Pauline Davies: How would you ever get this standardization? Who would be responsible for saying we want it all reported in this particular way?

Paul Macklin: That’s a good question. It’s a bit of the chicken and the egg problem. Who’s going to come and give you data in your standard if you don’t have a standard? How do you plan a standard without any data? And so it’s a bit interesting. I just think someone needs to step forward and show leadership and try to get a small working group together, and at the end of the day, perfect is the enemy of the good. I think you start small and give it a go, and you add more to your standard as you need it. So maybe version one is, let’s say, how quickly the cells divide, how often they do it, how quickly they die, and what their oxygen level is, and maybe their positions. And that can be version one of this standard and a few of us try it out and see what we can do. I think it really comes down to a starting group of people and a simple starting point, and you grow it as you need it.

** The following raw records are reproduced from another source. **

#: Columns of the table of options not simulated (numbers within the program: units, sites and
#: kits by position).
CANDIDATE_COLUMNS = ("unit_idx", "site_idx", "kit_idx", "blocks", "battery_blocks", "inverters", "target",
                     "lb_cost_usd", "calendar_life_years", "delivery_usd")


def _candidate_table(cand: pd.DataFrame, pos: np.ndarray) -> pd.DataFrame:
    """Options of a chunk left unsimulated, slim, with sites numbered across the program (units
    are numbered across the program when the chunks are joined)."""
    out = pd.DataFrame({c: cand[c].to_numpy() if c in cand else np.zeros(len(cand)) for c in CANDIDATE_COLUMNS})
    out["site_idx"] = pos[out.site_idx.to_numpy(np.int64)] if len(out) else out.site_idx
    for c in ("unit_idx", "site_idx", "kit_idx"):
        out[c] = out[c].astype(np.int32)
    for c in ("blocks", "battery_blocks", "inverters"):
        out[c] = out[c].astype(np.int16)
    return out


def _chunk_simulator(weather, demand, units, sites, kits, params, tables, cfg, delivery_usd, seconds):
    """A function simulating options (a pairs table of these sites) and returning their
    evaluations; adds its time to ``seconds['dispatch']`` and ``seconds['metrics']``."""
    uparams = unit_parameters(units, cfg)
    temp = battery_temperature_c(sites, cfg, weather.info)

    def run(rows: pd.DataFrame) -> pd.DataFrame:
        rows = rows.reset_index(drop=True)
        t = time.perf_counter()
        metrics = simulate_chunked(weather, demand, uparams, params, tables, rows, _Quiet(), temp)
        seconds["dispatch"] = seconds.get("dispatch", 0.0) + time.perf_counter() - t
        t = time.perf_counter()
        ev = evaluate(rows, metrics, units, demand.design, kits, cfg, sites, weather.info,
                      site_delivery_usd=delivery_usd)
        seconds["metrics"] = seconds.get("metrics", 0.0) + time.perf_counter() - t
        return ev

    return run


def search_site_options(pairs, units, kits, cfg, sites, weather_info, delivery_usd, sun_hours, run):
    """Simulate the options of a chunk that some per-unit answer needs (:func:`fleet.search.settle_groups`):
    each unit's cheapest feasible kit (household kits) or each plant template's cheapest feasible
    block counts, and the option the rule of thumb gives it (:func:`fleet.rule_of_thumb.choose`:
    the cheapest meeting the rule, else the largest). Returns (evaluations of the simulated
    options in the order of ``pairs``, the options not simulated with their lower bounds).
    The catalogue rounds simulate more where the catalogue needs them (:func:`choose_catalogue`)."""
    from .search import group_codes, settle_groups

    bounds = lower_bound_costs(pairs, units, kits, cfg, sites, weather_info, delivery_usd)
    lb = bounds.lb_cost_usd.to_numpy(float)
    u = pairs.unit_idx.to_numpy(np.int64)
    scheme = units.scheme.to_numpy()[u]
    plant = scheme == "minigrid"
    custom = group_codes(u, np.where(plant, pairs.kit_idx.to_numpy(np.int64), -1))
    daily = (units.daily_energy_wh + units.deferrable_wh_day).to_numpy(float)[u]
    wp, usable = bounds.array_wp.to_numpy(float), bounds.battery_usable_wh.to_numpy(float)
    meets = rule_of_thumb.rule_needs(wp, usable, daily, np.asarray(sun_hours, float)[pairs.site_idx.to_numpy()],
                                     scheme)[2]
    # the rule's fallback when no option meets it: the largest array, then the most storage
    frame = pd.DataFrame({"u": u, "wp": wp, "usable": usable})
    top_wp = frame.groupby("u").wp.transform("max").to_numpy()
    top_usable = frame.usable.where(wp == top_wp).groupby(frame.u).transform("max").to_numpy()
    any_meets = np.bincount(u[meets], minlength=len(units)).astype(bool)[u]
    rule = np.where(any_meets, meets, (wp == top_wp) & (usable == top_usable))
    # the custom best under the program's targets and under each uniform target of the cost curves
    # (their catalogues then need few rounds); the rule of thumb's pick counts whatever it meets
    targets = [None, *CURVE_TARGETS]
    parts = []

    def simulate(idx):
        ev = run(pairs.iloc[idx]).assign(_position=idx)
        parts.append(ev)
        qual = [_feasible_at(ev, t, cfg).to_numpy(bool) for t in targets] + [np.ones(len(ev), bool)]
        return ev.lifecycle_cost_usd.to_numpy(float), np.column_stack(qual)

    done = settle_groups(lb, [custom] * len(targets) + [np.where(rule, u, -1)], simulate)
    ev = (pd.concat(parts, ignore_index=True).sort_values("_position", kind="stable").drop(columns="_position")
          .reset_index(drop=True) if parts else run(pairs.iloc[0:0]))
    return ev, pd.concat([pairs, bounds[["lb_cost_usd", "calendar_life_years", "delivery_usd"]]], axis=1)[~done]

Shortly after, the MultiCellDS project was born (using just this strategy above!), with the generous assistance of the Breast Cancer Research Foundation.

Read / Listen to the interview: http://physics.cancer.gov/report/2013report/PaulMacklin.aspx (2013)

## Macklin Lab featured on March 2013 cover of Notices of the American Mathematical Society

I’m very excited to be featured on this month’s cover of the Notices of the American Mathematical Society. The cover shows a series of images from a multiscale simulation of a tumor growing in the brain, made with John Lowengrub while I was a Ph.D. student at UC Irvine. (See Frieboes et al. 2007, Macklin et al. 2009, and Macklin and Lowengrub 2008.) The “about the cover” write-up (Page 325) gives more detail.

The inside has a short interview on our more current work, particularly 3-D agent-based modeling. You should also read Rick Durrett‘s perspective piece on cancer modeling (Page 304)—it’s a great read! (And yup, Figure 3 is from our patient-calibrated breast cancer modeling in Macklin et al. 2012. ;-) )

The entire March 2013 issue can be accessed for free at the AMS Notices website:

http://www.ams.org/notices/201303/

I want to thank Bill Casselman and Rick Durrett for making this possible. I had a lot of fun in the process, and I’m grateful for the opportunity to trade ideas!